Statistics for all: Prediction
Measurements are often used to make predictions. For example, they can help predict how tall a 4-year-old is likely to be in adulthood, which students are likely to do better in an academic program, or which candidates are most likely to succeed in a particular job.
Some of the attributes we measure are strong predictors, others are weaker. For example, a child’s height at age 4 is a pretty strong predictor of adult height. Parental height is a weaker predictor. The complexity of a person’s workplace decision making, on its own, is a moderate predictor of success in the workplace. But the relation between the complexly of their workplace decision making and the complexity of their role is a strong predictor.
How do we determine the strength of a predictor? In statistics, the strength of predictions is represented by an effect size. Most effect size indicators are expressed as decimals and range from .00 –1.00, with 1.00 representing 100% accuracy. The effect size indicator you’ll see most often is r-square. If you’ve ever been forced to take a statistics course—;)—you may remember that r represents the strength of a correlation.
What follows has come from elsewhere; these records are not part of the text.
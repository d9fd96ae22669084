//! What is wrong with a snapshot that does not agree with itself: the explanation that blames the fewest channels.
//!
//! Flows win over status flags (an open circuit that carries power counts as closed), and single measurements are set aside by
//! their normalised residuals. Where that blames more than one, or a circuit that is flagged closed is dead at both ends, other
//! states of single circuits and banks are tried, and the one that leaves the fewest channels to blame is believed:
//!
//! - closed but dead at both ends: counts as open if that blames no more channels than before;
//! - flagged open but carrying: stays open after all if its flows, and not its flag, are what disagrees with the rest (they
//!   may be old values of a circuit that has just tripped);
//! - a bank: toggled if that blames fewer, so never on the word of one measurement.

use super::{Fitter, estimator::Failure, meter::Meter, wiring::Wiring};
use crate::{feed::Slot, grid::BankIndex, network::Topology};

/// Standard deviations of MW that are more than the charging losses of an open circuit, at both ends.
const CARRYING: f64 = 5.0;
/// The same at one end, where the other is not measured.
const CLEARLY_CARRYING: f64 = 10.0;
/// Standard deviations within which a flow is none.
const DEAD: f64 = 4.0;

/// The χ² test of one fit.
#[derive(Debug, Clone, Copy)]
pub(super) struct Verdict {
    pub chi2: f64,
    pub dof: usize,
    pub limit: Option<f64>,
}

impl Verdict {
    const UNKNOWN: Self = Self { chi2: f64::INFINITY, dof: 0, limit: None };

    pub fn known(&self) -> bool {
        self.chi2.is_finite()
    }

    fn passes(&self) -> bool {
        self.known() && self.limit.is_none_or(|limit| self.chi2 <= limit)
    }
}

/// A topology and what must be blamed for it to hold.
#[derive(Debug)]
pub(super) struct Explanation {
    pub topology: Topology,
    /// Channels blamed for the topology.
    pub statuses: Vec<Slot>,
    /// Measurements set aside, worst first.
    pub set_aside: Vec<Meter>,
    pub verdict: Verdict,
}

impl Explanation {
    /// Smaller is better.
    fn blame(&self) -> (bool, usize) {
        (!self.verdict.passes(), self.statuses.len() + self.set_aside.len())
    }
}

/// One change of a topology.
#[derive(Debug, Clone, Copy, PartialEq, Eq)]
enum Change {
    Open(usize),
    StayOpen(usize),
    Toggle(BankIndex),
}

impl Fitter {
    /// The best explanation of the measurements given the statuses as flagged; the estimator stands at its state.
    pub(super) fn explain(&mut self, flags: Topology) -> Explanation {
        let mut topology = flags;
        let mut statuses = Vec::new();
        let carrying: Vec<usize> =
            (0..topology.closed.len()).filter(|c| !topology.closed[*c] && self.carries(*c)).collect();
        for &circuit in &carrying {
            topology.closed[circuit] = true;
            statuses.push(self.meters.closed[circuit]);
        }
        let mut best = self.try_topology(topology, statuses);
        let mut changes = Vec::new();
        while !best.verdict.passes() || !best.set_aside.is_empty() {
            let better = self
                .changes(&best, &carrying)
                .into_iter()
                .filter(|change| !changes.contains(change))
                .map(|change| (change, self.change(&best, change)))
                .filter(|(change, other)| match change {
                    Change::Open(_) => other.blame() <= best.blame(),
                    Change::StayOpen(_) | Change::Toggle(_) => other.blame() < best.blame(),
                })
                .min_by_key(|(_, other)| other.blame());
            let Some((change, other)) = better else { break };
            changes.push(change);
            best = other;
        }
        self.try_again(&best);
        best
    }

    /// Changes worth a try.
    fn changes(&self, present: &Explanation, carrying: &[usize]) -> Vec<Change> {
        let closed = |circuit: &usize| present.topology.closed[*circuit];
        let circuits = 0..self.corridor.circuits.len();
        let mut changes: Vec<Change> =
            circuits.filter(closed).filter(|c| !carrying.contains(c) && self.is_dead(*c)).map(Change::Open).collect();
        if present.set_aside.len() > 1 || !present.verdict.passes() {
            changes.extend(carrying.iter().copied().filter(closed).map(Change::StayOpen));
            let banks = self.corridor.banks().filter(|(bank, _)| closed(&bank.circuit));
            changes.extend(banks.map(|(bank, _)| Change::Toggle(bank)));
        }
        changes
    }

    fn change(&mut self, present: &Explanation, change: Change) -> Explanation {
        let (mut topology, mut statuses) = (present.topology.clone(), present.statuses.clone());
        match change {
            Change::Open(circuit) => {
                topology.closed[circuit] = false;
                statuses.push(self.meters.closed[circuit]);
            }
            Change::StayOpen(circuit) => {
                topology.closed[circuit] = false;
                statuses.retain(|slot| *slot != self.meters.closed[circuit]);
                let [from_mw, _, to_mw, _] = self.meters.flow(circuit);
                statuses
                    .extend([from_mw, to_mw].into_iter().filter(|m| self.w[*m] > 0.0).map(|m| self.meters.slots[m]));
            }
            Change::Toggle(BankIndex { circuit, bank }) => {
                let inserted = &mut topology.inserted[circuit][bank];
                *inserted = !*inserted;
                statuses.push(self.meters.inserted[circuit][bank]);
            }
        }
        self.try_topology(topology, statuses)
    }

    /// Fits on a topology and sets aside one measurement after another until the test passes or nothing is left to spare.
    fn try_topology(&mut self, topology: Topology, statuses: Vec<Slot>) -> Explanation {
        self.wire(&topology);
        let mut set_aside = Vec::new();
        let mut verdict = self.solve();
        while verdict.limit.is_some() && !verdict.passes() {
            let Some(worst) = self.estimator.worst(&self.wiring) else { break };
            self.estimator.w[worst] = 0.0;
            set_aside.push(worst);
            verdict = self.solve();
        }
        Explanation { topology, statuses, set_aside, verdict }
    }

    /// Brings the estimator back to the state of an explanation, if another was tried since.
    fn try_again(&mut self, explanation: &Explanation) {
        if self.wiring.topology != explanation.topology {
            self.wire(&explanation.topology);
            for &meter in &explanation.set_aside {
                self.estimator.w[meter] = 0.0;
            }
            self.solve();
        }
    }

    /// Takes a topology and all measurements that concern it.
    fn wire(&mut self, topology: &Topology) {
        if self.wiring.topology != *topology {
            self.wiring = Wiring::new(&self.corridor, topology, &self.meters, &mut self.branches);
        }
        self.estimator.prepare(&self.corridor, &self.meters, &self.wiring, &self.z, &self.w);
    }

    fn solve(&mut self) -> Verdict {
        let Some(dof) = self.estimator.count().checked_sub(self.estimator.unknowns) else { return Verdict::UNKNOWN };
        self.estimator.start(&self.wiring);
        match self.estimator.iterate(&self.wiring, f64::INFINITY) {
            Ok(_) if !self.estimator.angles_fixed(&self.wiring) => Verdict::UNKNOWN,
            Ok(chi2) => Verdict { chi2, dof, limit: self.limits[dof] },
            Err(Failure::Restless) => Verdict { chi2: f64::INFINITY, dof, limit: self.limits[dof] },
            Err(Failure::Open) => Verdict::UNKNOWN,
        }
    }

    /// MW at the ends of a circuit, in standard deviations.
    fn mw(&self, circuit: usize) -> [Option<f64>; 2] {
        let [from_mw, _, to_mw, _] = self.meters.flow(circuit);
        [from_mw, to_mw].map(|meter| (self.w[meter] > 0.0).then(|| (self.z[meter] * self.w[meter]).abs()))
    }

    fn carries(&self, circuit: usize) -> bool {
        match self.mw(circuit) {
            [Some(from), Some(to)] => from.min(to) > CARRYING,
            [Some(mw), None] | [None, Some(mw)] => mw > CLEARLY_CARRYING,
            [None, None] => false,
        }
    }

    fn is_dead(&self, circuit: usize) -> bool {
        self.mw(circuit).iter().all(Option::is_some)
            && self.meters.flow(circuit).iter().all(|meter| (self.z[*meter] * self.w[*meter]).abs() < DEAD)
    }
}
Before I explain r-square, let’s look at some correlation data. The four figures below represent 4 different correlations, from weakest (.30) to strongest (.90). Let’s say the vertical axis (40 –140) represents the level of success in college, and the horizontal axis (50 –150) represents scores on one of 4 college entrance exams. The dots represent students. If you were trying to predict success in college, you would be wise to choose the college entrance exam that delivered an r of .90.
Why is an r of .90 preferable? Well, take a look at the next set of figures. I’ve drawn lines through the clouds of dots (students) to show regression lines. These lines represent the prediction we would make about how successful a student will be, given a particular score. It’s clear that in the case of the first figure (r =.30), this prediction is likely to be pretty inaccurate. Many students perform better or worse than predicted by the regression line. But as the correlations increase in size, prediction improves. In the case of the fourth figure (r =.90), the prediction is most accurate.
What does a .90 correlation mean in practical terms? That’s where r-square comes in. If we multiply .90 by .90 (calculate the square), we get an r-square of .81. Statisticians would say that the predictor (test score), explains 81% of the variance in college success. The 19% of the variance that’s not explained (1.00 -.81 =.19) represents the percent of the variance that is due to error (unexplained variance). The square root of 19% is the amount of error (.44).
Correlations of .90 are very rare in the social sciences—but even correlations this strong are associated with a significant amount of error. It’s important to keep error in mind when we use tests to make big decisions—like who gets hired or who gets to go to college. When we use tests to make decisions like these, the business or school is likely to benefit—slightly better prediction can result in much better returns. But it’s not as clear that individuals will benefit. Because of error, there are always rejected individuals who would have performed well if they had been selected, and there are always accepted individuals who perform badly even though they were accepted.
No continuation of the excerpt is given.